What Are the Best Practices for Improving EUI?
Although EUI differs across building types, every project benefits from design decisions that improve energy performance. Throughout the design process, your architect will use energy-modeling software to predict EUI and test options.
High-level, early planning has the greatest impact on a building’s EUI. For new buildings, your architect will test options for massing (the building’s shape) and solar orientation (the direction of the building relative to the sun). Your architect can also assist with site selection and help you find a location optimal for building orientation.
In addition to massing and orientation, smaller-scale decisions also impact EUI. Your architect should model options and help you make decisions related to:
- Mechanical systems
- Electrical systems
- Appliances and equipment
There is no one-size-fits-all approach for improving EUI. The best solution depends on your local climate and project specifications.
Mechanical system improvements can help lower EUI.
How Do You Balance Energy Performance with Cost and Comfort?
Although energy performance is important, there are many factors to consider when making design decisions.
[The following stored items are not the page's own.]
//! The cells of a CSV text (RFC 4180) and where they lie.

use std::borrow::Cow;

use csv_core::{ReadFieldResult, Reader};

use crate::model::read::findings::{Findings, Span};

/// One cell.
#[derive(Clone, Debug)]
pub(super) struct Cell<'a> {
    /// Where it lies, its quotes included.
    pub(super) span: Span,
    /// What it says: without its quotes, or without the blanks around it where it has none.
    pub(super) text: Cow<'a, str>,
}

/// Reads cells one after the other. The state machine is that of the `csv` crate, which by itself says where a record begins and not where
/// a cell does.
pub(super) struct Cells<'a> {
    text: &'a str,
    /// Added to every span.
    base: usize,
    reader: Reader,
    at: usize,
    room: Vec<u8>,
}

impl<'a> Cells<'a> {
    /// The cells of `text`, whose first byte lies at `base`.
    pub(super) fn of(text: &'a str, base: usize) -> Self {
        Self { text, base, reader: Reader::new(), at: 0, room: vec![0; 256] }
    }

    /// Reads the next record into `cells`; lines with nothing on them are passed over. Answers whether there was one.
    pub(super) fn record(&mut self, cells: &mut Vec<Cell<'a>>) -> bool {
        cells.clear();
        let line_ends = self.text.as_bytes()[self.at..].iter().take_while(|byte| matches!(byte, b'\r' | b'\n'));
        let mut start = self.at + line_ends.count();
        while let Some(Field { end, written, last }) = self.field() {
            cells.push(self.cell(start, end, written));
            start = self.at;
            if last {
                return true;
            }
        }
        false
    }

    fn field(&mut self) -> Option<Field> {
        let mut written = 0;
        loop {
            let rest = &self.text.as_bytes()[self.at..];
            let (result, read, more) = self.reader.read_field(rest, &mut self.room[written..]);
            self.at += read;
            written += more;
            match result {
                // What is asked for next is the empty rest, which tells the reader that the text ends here.
                ReadFieldResult::InputEmpty => {}
                ReadFieldResult::OutputFull => self.room.resize(2 * self.room.len(), 0),
                ReadFieldResult::Field { record_end } => {
                    // The comma or line end behind a cell was read with it.
                    let end = if rest.is_empty() { self.at } else { self.at - 1 };
                    return Some(Field { end, written, last: record_end });
                }
                ReadFieldResult::End => return None,
            }
        }
    }

    fn cell(&self, start: usize, end: usize, written: usize) -> Cell<'a> {
        let raw = self.text.get(start..end).unwrap_or_default();
        let span = self.base + start..self.base + end;
        if raw.starts_with('"') {
            let told = &self.room[..written];
            let text = match raw.get(1..=written).filter(|inside| inside.as_bytes() == told) {
                Some(inside) => Cow::Borrowed(inside),
                // It holds doubled quotes.
                None => Cow::Owned(String::from_utf8_lossy(told).into_owned()),
            };
            return Cell { span, text };
        }
        let text = raw.trim_matches([' ', '\t']);
        let before = raw.len() - raw.trim_start_matches([' ', '\t']).len();
        let start = span.start + before;
        Cell { span: start..start + text.len(), text: Cow::Borrowed(text) }
    }
}

struct Field {
    end: usize,
    written: usize,
    last: bool,
}

/// Adds a fault where the quotes of a cell are not those of RFC 4180; `raw` is the cell as it is written. Answers whether there is one.
pub(super) fn misquoted(raw: &str, cell: &Cell<'_>, findings: &mut Findings) -> bool {
    if !raw.contains('"') {
        return false;
    }
    let Some(rest) = raw.strip_prefix('"') else {
        let message = "a quote stands inside a cell that does not begin with one".to_owned();
        findings.add(
            &cell.span,
            "bad-quotes",
            message,
            "put the whole cell in double quotes, and double those inside it",
        );
        return true;
    };
    if rest.strip_suffix('"').is_some_and(all_doubled) {
        return false;
    }
    let (message, cure) = if all_doubled(rest) {
        ("a cell that begins with a quote is not closed", "close it with a double quote")
    } else {
        ("something stands behind the closing quote of a cell", "double the quotes inside the cell")
    };
    // The first line of it is enough to point at.
    let end = cell.span.start + raw.find(['\r', '\n']).unwrap_or(raw.len());
    findings.add(&(cell.span.start..end), "bad-quotes", message.to_owned(), cure);
    true
}

fn all_doubled(inside: &str) -> bool {
    !inside.replace("\"\"", "").contains('"')
}

/// The cell at the byte `at` of `text` as a spreadsheet calls it: `C12`.
pub(in crate::model::read) fn called(text: &str, at: usize) -> Option<String> {
    let (mut reader, mut cells) = (Cells::of(text, 0), Vec::new());
    // A spreadsheet counts rows, and a quoted cell may hold line ends.
    let mut within = 0;
    while reader.record(&mut cells) {
        let first = cells.first()?.span.start;
        if at < first {
            return None;
        }
        if let Some(column) = cells.iter().position(|cell| at <= cell.span.end) {
            let row = 1 + line_ends(text.get(..first)?) - within;
            return Some(format!("{}{row}", letters(column)));
        }
        within += cells.iter().map(|cell| text.get(cell.span.clone()).map_or(0, line_ends)).sum::<usize>();
    }
    None
}

fn line_ends(text: &str) -> usize {
    text.bytes().filter(|&byte| byte == b'\n').count()
}

/// A column as a spreadsheet calls it: A, B, … Z, AA, AB, …
pub(super) fn letters(column: usize) -> String {
    let mut letters = Vec::new();
    let mut left = column + 1;
    while left > 0 {
        let digit = u8::try_from((left - 1) % 26).unwrap_or(0);
        letters.push(char::from(b'A' + digit));
        left = (left - 1) / 26;
    }
    letters.iter().rev().collect()
}

#[cfg(test)]
mod tests {
    use super::*;

    fn records(text: &str) -> Vec<Vec<(String, String)>> {
        let (mut reader, mut cells, mut all) = (Cells::of(text, 100), Vec::new(), Vec::new());
        while reader.record(&mut cells) {
            let told = |cell: &Cell<'_>| {
                (text[cell.span.start - 100..cell.span.end - 100].to_owned(), cell.text.clone().into_owned())
            };
            all.push(cells.iter().map(told).collect());
        }
        all
    }

    #[test]
    fn cells_are_found_where_they_lie() {
        let pair = |raw: &str, text: &str| (raw.to_owned(), text.to_owned());
        let text = "name,label\r\n\r\nfloor_tile, \"30\" \r\nwall_tile,\"a, \"\"b\"\"\r\nc\"\nslab,";
        assert_eq!(
            records(text),
            [
                vec![pair("name", "name"), pair("label", "label")],
                vec![pair("floor_tile", "floor_tile"), pair("\"30\"", "\"30\"")],
                vec![pair("wall_tile", "wall_tile"), pair("\"a, \"\"b\"\"\r\nc\"", "a, \"b\"\r\nc")],
                vec![pair("slab", "slab"), pair("", "")],
            ]
        );
        assert_eq!(records("a,b\n"), records("a,b"));
        assert_eq!(records("\n\n"), Vec::<Vec<_>>::new());
        assert_eq!(records(&format!("\"{}\"", "x".repeat(2000)))[0][0].1.len(), 2000);
    }

    #[test]
    fn cells_are_called_as_in_a_spreadsheet() {
        let text = "name,label\n\nfloor_tile,\"two\nlines\"\nslab,x\n";
        let at = |part: &str| called(text, text.find(part).unwrap()).unwrap();
        assert_eq!([at("name"), at("label"), at("floor"), at("lines"), at("x\n")], ["A1", "B1", "A3", "B3", "B4"]);
        assert_eq!([0, 25, 26, 51, 52, 701, 702].map(letters), ["A", "Z", "AA", "AZ", "BA", "ZZ", "AAA"]);
    }

    #[test]
    fn quotes_are_checked() {
        let told = |raw: &str| {
            let mut findings = Findings::default();
            let cell = Cell { span: 0..raw.len(), text: Cow::Borrowed(raw) };
            misquoted(raw, &cell, &mut findings)
        };
        assert!(["30\"", "\"open", "\"a\" b", "\"a\"b\"", "\""].into_iter().all(told));
        assert!(!["", "a", "\"a\"", "\"a \"\"b\"\"\"", "\"\""].into_iter().any(told));
    }
}
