/// Inside every published range the plan stands without a pivot; beyond its ends it does not.
#[test]
fn ranges_end_where_published() {
    let mut probed = 0;
    for Example { id, model, expected } in examples() {
        let program = build(&model);
        for (name, range) in &expected.aim_ranges {
            let at = column(&program, name);
            for (inside, outside) in range.probes(program.columns[at].aim) {
                let moved = |aim| {
                    let mut moved = program.clone();
                    moved.columns[at].aim = aim;
                    moved
                };
                let what = format!("{id}: {name} from {inside} to {outside}");
                let (before, stands, after) = probe(&what, &program, &moved(inside), &moved(outside));
                assert_eq!((stands, &before.0), (Start::None, &after[0].0), "{what}");
                let same = before.0.iter().zip(&after[1].0).all(|(a, b)| near(*a, *b));
                assert!(after[1].0.is_empty() || !same, "{what}: same levels");
                probed += 1;
            }
        }
        for (key, range) in &expected.bound_ranges {
            let at = row(&program, key);
            let (lower, upper) = (program.rows[at].lower, program.rows[at].upper);
            // A range row's own bounds must not cross; its lower bound is the one that binds.
            let moves_lower = lower.is_finite() && (lower < upper);
            let bound = if moves_lower { lower } else { upper };
            for (inside, outside) in range.probes(bound) {
                let moved = |bound| {
                    let mut moved = program.clone();
                    let row = &mut moved.rows[at];
                    match (lower < upper, moves_lower) {
                        (false, _) => (row.lower, row.upper) = (bound, bound),
                        (true, true) => row.lower = bound,
                        (true, false) => row.upper = bound,
                    }
                    moved
                };
                let what = format!("{id}: {key} from {inside} to {outside}");
                let (before, stands, after) = probe(&what, &program, &moved(inside), &moved(outside));
                assert_eq!(stands, Start::None, "{what}");
                assert!(before.1.iter().zip(&after[0].1).all(|(a, b)| near(*a, *b)), "{what}: other worths");
                let same = before.1.iter().zip(&after[1].1).all(|(a, b)| near(*a, *b));
                assert!(after[1].1.is_empty() || !same, "{what}: same worths");
                probed += 1;
            }
        }
    }
    assert!(probed > 100, "{probed}");
}

/// Levels and worths; empty where there is no plan, or no end to it.
type Point = (Vec<f64>, Vec<f64>);

fn probe(what: &str, program: &Program, inside: &Program, outside: &Program) -> (Point, Start, [Point; 2]) {
    let point = |answer: Answer| match answer.outcome {
        Outcome::Optimal(optimum) => (optimum.levels, optimum.worths),
        Outcome::Infeasible(_) | Outcome::Unbounded(_) => Point::default(),
        other => panic!("{what}: {other:?}"),
    };
    let mut session = Session::default();
    let before = point(solve(&mut session, program));
    let answer = solve(&mut session, inside);
    let start = answer.account.start;
    (before, start, [point(answer), point(solve(&mut session, outside))])
}

/// An edit of an example whose outcome is published.
struct Scenario {
    example: &'static str,
    what: &'static str,
    edit: fn(&mut Model),
    kinds: &'static [Kind],
    starts: [Start; 2],
    aim: f64,
    levels: &'static [(&'static str, f64)],
}

/// Hillier & Lieberman's own re-optimisations, and examples 5.1 and 5.2 of Bertsimas & Tsitsiklis; from memory, confirmed by exact
/// arithmetic.
const SCENARIOS: [Scenario; 5] = [
    Scenario {
        example: "hl-wyndor",
        what: "twice the capacity of plant 2",
        edit: |model| capacity(model, "plant2", 24.0),
        kinds: &[Kind::Capacity],
        starts: [Start::None, Start::Dual],
        aim: 45.0,
        levels: &[("doors", 0.0), ("windows", 9.0)],
    },
    Scenario {
        example: "hl-wyndor",
        what: "a new product that earns 4 and would have to earn 5.5",
        edit: |model| {
            let uses = [("plant1", 2.0), ("plant2", 3.0), ("plant3", 1.0)].map(|(at, rate)| (name(at), rate.into()));
            let new = Activity { price: 4.0.into(), uses: uses.into(), ..Activity::default() };
            model.activities.insert(name("skylights"), new);
        },
        kinds: &[Kind::NewActivity],
        starts: [Start::None, Start::None],
        aim: 36.0,
        levels: &[("doors", 2.0), ("windows", 6.0), ("skylights", 0.0)],
    },
    Scenario {
        example: "hl-wyndor",
        what: "a fourth plant, on top of twice the capacity of plant 2",
        edit: |model| {
            capacity(model, "plant2", 24.0);
            limit(model, "plant4", &[("doors", 2.0), ("windows", 3.0)], -INF, 24.0);
        },
        kinds: &[Kind::Capacity, Kind::NewConstraint],
        starts: [Start::None, Start::Dual],
        aim: 40.0,
        levels: &[("doors", 0.0), ("windows", 8.0)],
    },
    Scenario {
        example: "bt-example-5",
        what: "a fifth unknown whose reduced cost is -4",
        edit: |model| {
            model.activities.insert(name("x5"), Activity { cost: (-1.0).into(), ..Activity::default() });
            for row in ["r1", "r2"] {
                model.limits.get_mut(row).unwrap().terms.insert(Term::Activity(name("x5")), 1.0.into());
            }
        },
        kinds: &[Kind::NewActivity, Kind::Recipe, Kind::Recipe],
        starts: [Start::None, Start::Primal],
        aim: -16.0,
        levels: &[("x1", 3.0), ("x2", 0.0), ("x5", 1.0)],
    },
    Scenario {
        example: "bt-example-5",
        what: "x1 + x2 is to be at least 5",
        edit: |model| limit(model, "r3", &[("x1", 1.0), ("x2", 1.0)], 5.0, INF),
        kinds: &[Kind::NewConstraint],
        starts: [Start::None, Start::Dual],
        aim: -5.0,
        levels: &[("x1", 0.0), ("x2", 5.0)],
    },
];
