//! The columns that CSV parts may have.

use super::super::findings::{Among, Cure, Findings, shown};
use super::cells::Cell;

/// What a CSV part holds, by its name.
#[derive(Clone, Copy, Debug, PartialEq, Eq)]
pub(in crate::model::read) enum Kind {
    /// Entries of a section: a row for each.
    Entries(&'static Entries),
    /// Rates of activities: a row for each pair.
    Rates(&'static Rates),
}

/// A part with a row for each entry of a section.
#[derive(Debug, PartialEq, Eq)]
pub(in crate::model::read) struct Entries {
    /// The section.
    pub(in crate::model::read) section: &'static str,
    /// What an entry is, in a message.
    whose: &'static str,
    texts: &'static [&'static str],
    flags: &'static [&'static str],
    /// Numbers that may differ by period.
    values: &'static [&'static str],
    /// Numbers that may not.
    numbers: &'static [&'static str],
    /// Keys that no cell can hold, and where they are given instead.
    elsewhere: &'static [(&'static str, &'static str)],
}

/// A part with a row for each pair of an activity and what it uses, draws or makes.
#[derive(Debug, PartialEq, Eq)]
pub(in crate::model::read) struct Rates {
    /// The key of the activity.
    pub(in crate::model::read) key: &'static str,
    /// The column of what it uses, draws or makes.
    pub(super) other: &'static str,
}

const IN_TOML: &str = "give it in a TOML part";

static ACTIVITIES: Entries = Entries {
    section: "activities",
    whose: "an activity",
    texts: &["label", "unit"],
    flags: &["prospect"],
    values: &["price", "cost", "at_least", "at_most", "change_at_most"],
    numbers: &["lead", "lot", "none_or_at_least"],
    elsewhere: &[
        ("uses", "give it in uses.csv, or in a TOML part"),
        ("draws", "give it in draws.csv, or in a TOML part"),
        ("makes", "give it in makes.csv, or in a TOML part"),
        ("tags", IN_TOML),
        ("setup", IN_TOML),
    ],
};

static RESOURCES: Entries = Entries {
    section: "resources",
    whose: "a resource",
    texts: &["label", "unit"],
    flags: &[],
    values: &["capacity", "at_least", "cost"],
    numbers: &[],
    elsewhere: &[("surge", IN_TOML)],
};

static MATERIALS: Entries = Entries {
    section: "materials",
    whose: "a material",
    texts: &["label", "unit"],
    flags: &[],
    values: &[],
    numbers: &["opening", "closing"],
    elsewhere: &[("purchase", IN_TOML), ("sale", IN_TOML), ("stock", IN_TOML), ("discard", IN_TOML)],
};

static USES: Rates = Rates { key: "uses", other: "resource" };
static DRAWS: Rates = Rates { key: "draws", other: "material" };
static MAKES: Rates = Rates { key: "makes", other: "material" };

/// The CSV parts there can be.
pub(in crate::model::read) static KINDS: [(&str, Kind); 6] = [
    ("activities.csv", Kind::Entries(&ACTIVITIES)),
    ("resources.csv", Kind::Entries(&RESOURCES)),
    ("materials.csv", Kind::Entries(&MATERIALS)),
    ("uses.csv", Kind::Rates(&USES)),
    ("draws.csv", Kind::Rates(&DRAWS)),
    ("makes.csv", Kind::Rates(&MAKES)),
];

impl Kind {
    /// What the part of this name holds; `None` where no CSV part is called so.
    pub(in crate::model::read) fn of(name: &str) -> Option<Self> {
        KINDS.iter().find(|(known, _)| *known == name).map(|&(_, kind)| kind)
    }

    /// The section that its rows are about.
    pub(in crate::model::read) fn section(self) -> &'static str {
        match self {
            Self::Entries(entries) => entries.section,
            Self::Rates(_) => "activities",
        }
    }

    /// What the cells of a column hold that is called so; `None` where there is no such column.
    pub(super) fn column(self, word: &str) -> Option<Holds> {
        let given = |list: &'static [&'static str]| list.iter().copied().find(|key| *key == word);
        match self {
            Self::Entries(_) if word == "name" => Some(Holds::Name),
            Self::Entries(entries) => given(entries.texts)
                .map(Holds::Text)
                .or_else(|| given(entries.flags).map(Holds::Flag))
                .or_else(|| given(entries.values).map(Holds::Value))
                .or_else(|| given(entries.numbers).map(Holds::Number)),
            Self::Rates(_) if word == "activity" => Some(Holds::Name),
            Self::Rates(rates) if word == rates.other => Some(Holds::Other),
            Self::Rates(_) if word == RATE => Some(Holds::Value(RATE)),
            Self::Rates(_) => None,
        }
    }

    /// The columns without which nothing can be read.
    pub(super) fn needed(self) -> Vec<(&'static str, Holds)> {
        match self {
            Self::Entries(_) => vec![("name", Holds::Name)],
            Self::Rates(rates) => {
                vec![("activity", Holds::Name), (rates.other, Holds::Other), (RATE, Holds::Value(RATE))]
            }
        }
    }

    /// Adds the fault that there is no such column as the one `cell` begins.
    pub(super) fn unknown(self, word: &str, cell: &Cell<'_>, findings: &mut Findings) {
        if let Self::Entries(entries) = self
            && let Some((key, cure)) = entries.elsewhere.iter().find(|(key, _)| *key == word)
        {
            let message = format!("`{key}` is more than one number or text, so it cannot be a column");
            return findings.add(&cell.span, "unknown-column", message, *cure);
        }
        let columns = self.columns();
        let by_period = self.by_period().map(|word| format!("; `{word}@PERIOD` gives a number for one period"));
        let list = format!("the columns are {}{}", columns.join(", "), by_period.unwrap_or_default());
        let whose = match self {
            Self::Entries(entries) => entries.whose,
            Self::Rates(rates) => rates.key,
        };
        let message = match self {
            Self::Entries(_) => format!("unknown column `{}`: {whose} has no such key", shown(word)),
            Self::Rates(_) => format!("unknown column `{}` in {whose}.csv", shown(word)),
        };
        findings.add(&cell.span, "unknown-column", message, Cure::Nearest(shown(word), Among::Words(columns, list)));
    }

    /// Adds the fault that the column which `cell` begins names a period and not what differs by it.
    pub(super) fn wordless(self, cell: &Cell<'_>, findings: &mut Findings) {
        let message = "what differs by period must stand before `@`".to_owned();
        let cure = match self.by_period() {
            Some(word) => format!("write {word}{}, say, or take the column out", shown(&cell.text)),
            None => "take the column out".to_owned(),
        };
        findings.add(&cell.span, "unknown-column", message, cure);
    }

    /// A column, if there is one, whose numbers may differ by period.
    fn by_period(self) -> Option<&'static str> {
        match self {
            Self::Entries(entries) => entries.values.first().copied(),
            Self::Rates(_) => Some(RATE),
        }
    }

    fn columns(self) -> Vec<&'static str> {
        match self {
            Self::Entries(Entries { texts, flags, values, numbers, .. }) => {
                [&["name"], *texts, *values, *numbers, *flags].concat()
            }
            Self::Rates(rates) => vec!["activity", rates.other, RATE],
        }
    }
}

/// The column of a rate.
pub(super) const RATE: &str = "rate";

/// What the cells of a column hold.
#[derive(Clone, Copy, Debug, PartialEq, Eq)]
pub(super) enum Holds {
    /// The name of the entry, or of the activity.
    Name,
    /// The name of what the activity uses, draws or makes.
    Other,
    /// A text.
    Text(&'static str),
    /// True or false.
    Flag(&'static str),
    /// A number that may differ by period.
    Value(&'static str),
    /// A number that may not.
    Number(&'static str),
}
Energy performance should be balanced with initial costs and occupant comfort. Your architect should help you weigh the pros and cons of each decision.
Generally, your architect will discuss initial or capital costs and lifecycle or long-term costs. While many energy-efficient systems have a higher initial cost, they provide a long-term return on investment. For example, you may pay more upfront for a highly efficient mechanical system, but you will likely make up the cost over time through energy savings.
By analyzing the payback of each investment, your architect can help you get the most out of your budget.
Some building types, like schools, are required by code to circulate air more frequently than other types. Extra insulation will not likely provide a return on investment, because it will not prevent the mechanical system from running. Instead, it makes more sense to invest in mechanical system improvements.
Your architect should also help you find solutions that improve occupant comfort. An energy-efficient building falls short of its potential if it does not meet occupants’ needs.
Some design decisions may not offer a significant financial payback, but they benefit occupants. As mentioned, some building types may not receive a payback on extra insulation or window glazing due to air exchange requirements. However, an investment in better glazing will make it more comfortable to sit by the windows.
If occupants are comfortable, they are less likely to adjust the thermostat. The financial impact of the additional investment in better glazing can be hard to calculate, but it is still worthwhile.
Learn More About Sustainable Design
Energy performance is central to every building project. High-level, early planning is the best way to improve EUI. By testing options for massing and solar orientation, you can create efficiencies and reduce your long-term energy costs. You should also test options for mechanical systems, electrical systems, insulation, and more.
Energy performance should be balanced with cost and thermal comfort. A balanced approach will help you achieve a building that serves occupants and provides you with a financial return on investment.